Jens, I had similar thoughts a least wit regard of the comparison with David and Goliath because these were foes and both flowers on the photo seem friendly united. At least I think so.


----------



## richgarrison (Aug 21, 2020)

well if you decide that David and Goliath was a pre-staged fight (like the WWF) 

maybe they are just posing after the fight, right before going to the bar for a few drinks!



(i got your back Leslie)


----------



## Djthomp28 (Aug 21, 2020)

Great display with hilarious commentary! Bonus points for this thread!!


----------



## Guldal (Aug 21, 2020)

richgarrison said:


> if you decide that David and Goliath was a pre-staged fight (like the WWF)



Well, it wasn't: .last time I had a look in my bible...Goliath ended up slain - D-E-A-D (as the proverbial parrot in Monthy Python's sketch)! 

I really can't spot any murderous intention in that li'l cute and beautifull thaianum. Though, I might be wrong, sometimes looks can deceive, and maybe the photo is in reality a poster for the new film "Murderous Thaianum Nightmare on Elm Street"!


----------



## lori.b (Aug 21, 2020)

I didn't expect such entertaining reactions when I posted that picture! I can vouch for the friendship between the two of them, although I suppose Fanaticum having its "arm" around thaianum could also be the result of thaianum having had one too many at the bar!! Thanks for the replies everyone. It's been fun to read.


----------



## DrLeslieEe (Aug 21, 2020)

Guldal said:


> No, Leslie, there is no conflict between the two of them. We have to get the iconology right - and I rather find, that 'Madonna with child' would be a more appropriate designation!

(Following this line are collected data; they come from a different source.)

"""Worst case at the part: inductance at its tolerance, the switch voltage with the diode drop,
and the light-load DCM figures worst over the whole input range.

Specs are invented. Every expected value is worked by hand or by an independent brute-force
scan below, never taken from the code under test.
"""

from __future__ import annotations

import numpy as np
import pytest
from hypothesis import given, settings
from hypothesis import strategies as st

from partpick.design.spec import Spec
from partpick.design.topologies.boost import build_envelope
from partpick.design.topologies.boost_envelope import recommended_inductance_h
from partpick.errors import SpecError

# IEC 60063 E12 mantissas
E12 = (1.0, 1.2, 1.5, 1.8, 2.2, 2.7, 3.3, 3.9, 4.7, 5.6, 6.8, 8.2)


def make_spec(**changes) -> Spec:
    values = dict(
        vin_min_v=6.0, vin_max_v=8.4, vout_v=24.0, iout_a=0.8, fsw_hz=400e3,
        vout_ripple_v=0.12, efficiency=0.85, ambient_max_degc=60.0,
    )  # fmt: skip
    values.update(changes)
    return Spec(**values)


# --- the recommended value at its tolerance ---------------------------------------------------


@pytest.mark.parametrize(
    ("l_min_h", "l_max_h", "tolerance", "expected_h"),
    [
        # issue 10: l_min 9.8 µH; ±20 %: 10 µH → 8 µH and 12 µH → 9.6 µH are short, 15 µH → 12 µH
        (9.8e-6, 19.6e-6, 0.2, 15e-6),
        # an exact part: 10 µH itself (the textbook choice, IEC 60063 E12)
        (9.8e-6, 19.6e-6, 0.0, 10e-6),
        # ±10 %: 12 µH → 10.8 µH ≥ 9.8 µH
        (9.8e-6, 19.6e-6, 0.1, 12e-6),
        # ±30 %: needs L ≥ 14 µH → 15 µH (10.5 µH at tolerance)
        (9.8e-6, 19.6e-6, 0.3, 15e-6),
        # ±20 % in a narrow band: needs ≥ 12.25 µH, but 15 µH > 14 µH → none
        (9.8e-6, 14e-6, 0.2, None),
    ],
)
def test_recommended_value_reaches_l_min_at_its_tolerance(l_min_h, l_max_h, tolerance, expected_h):
    got = recommended_inductance_h(l_min_h, l_max_h, tolerance)
    assert got == (None if expected_h is None else pytest.approx(expected_h))


@settings(max_examples=200, deadline=None)
@given(
    l_min_h=st.floats(1e-7, 1e-3),
    width=st.floats(1.05, 4.0),
    tolerance=st.floats(0.0, 0.35),
)
def test_recommended_value_is_the_smallest_e12_that_holds(l_min_h, width, tolerance):
    # brute force over the E12 decades (IEC 60063): the smallest L with L·(1 − tol) ≥ l_min
    # and L ≤ l_max
    l_max_h = l_min_h * width
    values = [m * 10.0**e for e in range(-9, 0) for m in E12]
    fitting = [v for v in values if v * (1 - tolerance) >= l_min_h * (1 - 1e-9) and v <= l_max_h]
    got = recommended_inductance_h(l_min_h, l_max_h, tolerance)
    if not fitting:
        assert got is None
    else:
        assert got == pytest.approx(min(fitting), rel=1e-9)


def test_stress_uses_the_spec_tolerance():
    # inductor_tolerance 0.1: smallest E12 L with 0.9·L ≥ 9.797 µH is 12 µH (10.8 µH)
    env = build_envelope(make_spec(inductor_tolerance=0.1))
    assert env.value("l_recommended_h") == pytest.approx(12e-6)
    assert env.value("l_recommended_min_h") == pytest.approx(10.8e-6)
    # at 10.8 µH the peak is IL + ΔIL/2 at 6 V (TI SLVA372): 3.7647 + 4.725/(400e3·10.8e-6)/2
    assert env.value("il_peak_at_l_recommended_a") == pytest.approx(
        0.8 / 0.2125 + 6.0 * 0.7875 / (400e3 * 10.8e-6) / 2, rel=1e-4
    )


@pytest.mark.parametrize(("key", "value"), [("inductor_tolerance", 1.0), ("diode_vf_v", -0.1)])
def test_bad_tolerance_or_drop_is_refused(key, value):
    with pytest.raises(SpecError):
        make_spec(**{key: value})


# --- the switch voltage with the diode drop ---------------------------------------------------


@pytest.mark.parametrize(
    ("vout_v", "ripple_v", "vf_v", "expected_v"),
    [
        # the switch node is one diode drop above the output while the diode conducts
        # (Erickson & Maksimovic, 3rd ed., ch. 2): 24 + 0.12/2 + 0.47 = 24.53 V (issue 10)
        (24.0, 0.12, 0.47, 24.53),
        # a 5 V rail with a 0.4 V Schottky: 5 + 0.05/2 + 0.4 = 5.425 V, 8 % above 5.025 V
        (5.0, 0.05, 0.4, 5.425),
        # the textbook form without the drop
        (24.0, 0.12, 0.0, 24.06),
    ],
)
def test_switch_voltage_includes_the_diode_drop(vout_v, ripple_v, vf_v, expected_v):
    spec = make_spec(vin_min_v=3.0, vin_max_v=4.2, vout_v=vout_v, vout_ripple_v=ripple_v,
                     diode_vf_v=vf_v)  # fmt: skip
    env = build_envelope(spec)
    assert env.value("vsw_max_v") == pytest.approx(expected_v, rel=1e-12)
    assert env.value("vd_reverse_max_v") == pytest.approx(vout_v + ripple_v / 2, rel=1e-12)


# --- light-load DCM, worst over the grid --------------------------------------------------------


def brute_force_light_load(spec: Spec, l_h: float, points: int = 20001):
    """Scan Vin densely; per point solve the DCM duty by search in D, not by the closed form.

    Erickson & Maksimovic, 3rd ed., ch. 5: with K = 2L/(R·Ts), R = Vout/(η·Iout_min), the
    boost is in DCM where K < D(1 − D)²; there M(D) = (1 + √(1 + 4D²/K))/2. The duty that
    gives the needed ratio M = 1/(1 − D_ccm) is found on a fine D grid (M rises with D).
    """
    vin = np.linspace(spec.vin_min_v, spec.vin_max_v, points)
    d_ccm = 1 - vin * spec.efficiency / spec.vout_v
    r = spec.vout_v / (spec.efficiency * spec.iout_min_a)
    k = 2 * l_h * spec.fsw_hz / r
    dcm = k < d_ccm * (1 - d_ccm) ** 2
    d_grid = np.linspace(0.0, 1.0, 400001)[1:-1]
    m_of_d = (1 + np.sqrt(1 + 4 * d_grid**2 / k)) / 2
    m_needed = 1 / (1 - d_ccm)
    d_dcm = d_grid[np.clip(np.searchsorted(m_of_d, m_needed), 0, d_grid.size - 1)]
    duty = np.where(dcm, d_dcm, d_ccm)
    ratio = np.where(dcm, (1 + np.sqrt(1 + 4 * d_ccm**2 / k)) / 2, m_needed)
    return vin, duty, ratio


@pytest.mark.parametrize(
    "changes",
    [
        # issue 10's shape: a 1-cell lithium pack boosted to 5 V (invented figures)
        dict(vin_min_v=3.0, vin_max_v=4.2, vout_v=5.0, iout_a=1.0, iout_min_a=0.05,
             fsw_hz=500e3, vout_ripple_v=0.05, efficiency=0.9),
        # the field logger at 50 mA
        dict(iout_min_a=0.05),
        # a wide input range that crosses D = 1/3 (K_crit's peak) in the middle
        dict(vin_min_v=9.0, vin_max_v=20.0, vout_v=24.0, iout_a=1.0, iout_min_a=0.02,
             efficiency=0.95),
    ],
)  # fmt: skip
def test_light_load_figures_are_the_worst_over_the_grid(changes):
    spec = make_spec(**changes)
    env = build_envelope(spec)
    vin, duty, ratio = brute_force_light_load(spec, env.value("l_min_h"))
    assert env.ccm_light_load is False
    span = spec.vin_max_v - spec.vin_min_v
    fig_ratio, fig_duty = env.figures["dcm_ratio_light_load"], env.figures["duty_light_load_dcm"]
    assert fig_ratio.value == pytest.approx(ratio.max(), rel=1e-4)
    assert fig_ratio.worst_vin_v == pytest.approx(vin[np.argmax(ratio)], abs=span / 500)
    assert fig_duty.value == pytest.approx(duty.min(), rel=1e-4)
    assert fig_duty.worst_vin_v == pytest.approx(vin[np.argmin(duty)], abs=span / 500)
    on_time = env.figures["on_time_light_load_min_s"]
    assert on_time.value == pytest.approx(duty.min() / spec.fsw_hz, rel=1e-4)


def test_light_load_worst_is_not_at_the_k_crit_peak():
    # issue 10: in a 3-4.2 V -> 5 V design the old figures sat at the K_crit peak; the
    # smallest duty is at 4.2 V and the largest ratio at 3 V (E&M ch. 5: M rises with D
    # at fixed K; the needed duty falls as Vin rises)
    spec = make_spec(vin_min_v=3.0, vin_max_v=4.2, vout_v=5.0, iout_a=1.0, iout_min_a=0.05,
                     fsw_hz=500e3, vout_ripple_v=0.05, efficiency=0.9)  # fmt: skip
    env = build_envelope(spec)
    assert env.figures["duty_light_load_dcm"].worst_vin_v == pytest.approx(4.2)
    assert env.figures["dcm_ratio_light_load"].worst_vin_v == pytest.approx(3.0)
    assert any("4.2 V" in w.text and "3 V" in w.text for w in env.warnings)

Hehe I only made the reference for size comparison with no inkling of the animosity between the two. 

Beers all around!


----------



## DrLeslieEe (Aug 21, 2020)

richgarrison said:


> well if you decide that David and Goliath was a pre-staged fight (like the WWF)
> 
> maybe they are just posing after the fight, right before going to the bar for a few drinks!
> 
> ...


Thanks Rich LoL... extra beer for you!


----------



## Guldal (Aug 22, 2020)

Let's all go to the bar, shan't we?!


----------



## Duck Slipper (Aug 22, 2020)

Did someone say “BEER”?

Really like the Fanaticum!


----------



## lori.b (Aug 22, 2020)

Here is an updated photo of Fanaticum now that it's fully open. Thaianum decided to stay at the bar


----------



## GuRu (Aug 23, 2020)

Your P. Fanaticum has been sober all the time! Otherwise I couldn't explain its extraordinary beauty. It's an eye catcher.


----------



## Guldal (Aug 23, 2020)

Yes, it's certainly an eyecatcher: beautiful colouring and excellent form! Might we see flower and plant in toto?


----------



## lori.b (Aug 23, 2020)

Here's the entire plant. The bloom decided to face sideways this year. Sorry, I should have taken off those colourful clips and replaced them with something more neutral......


----------



## Guldal (Aug 28, 2020)

Imposing!


----------



## paworsport (Aug 28, 2020)

superb picture


----------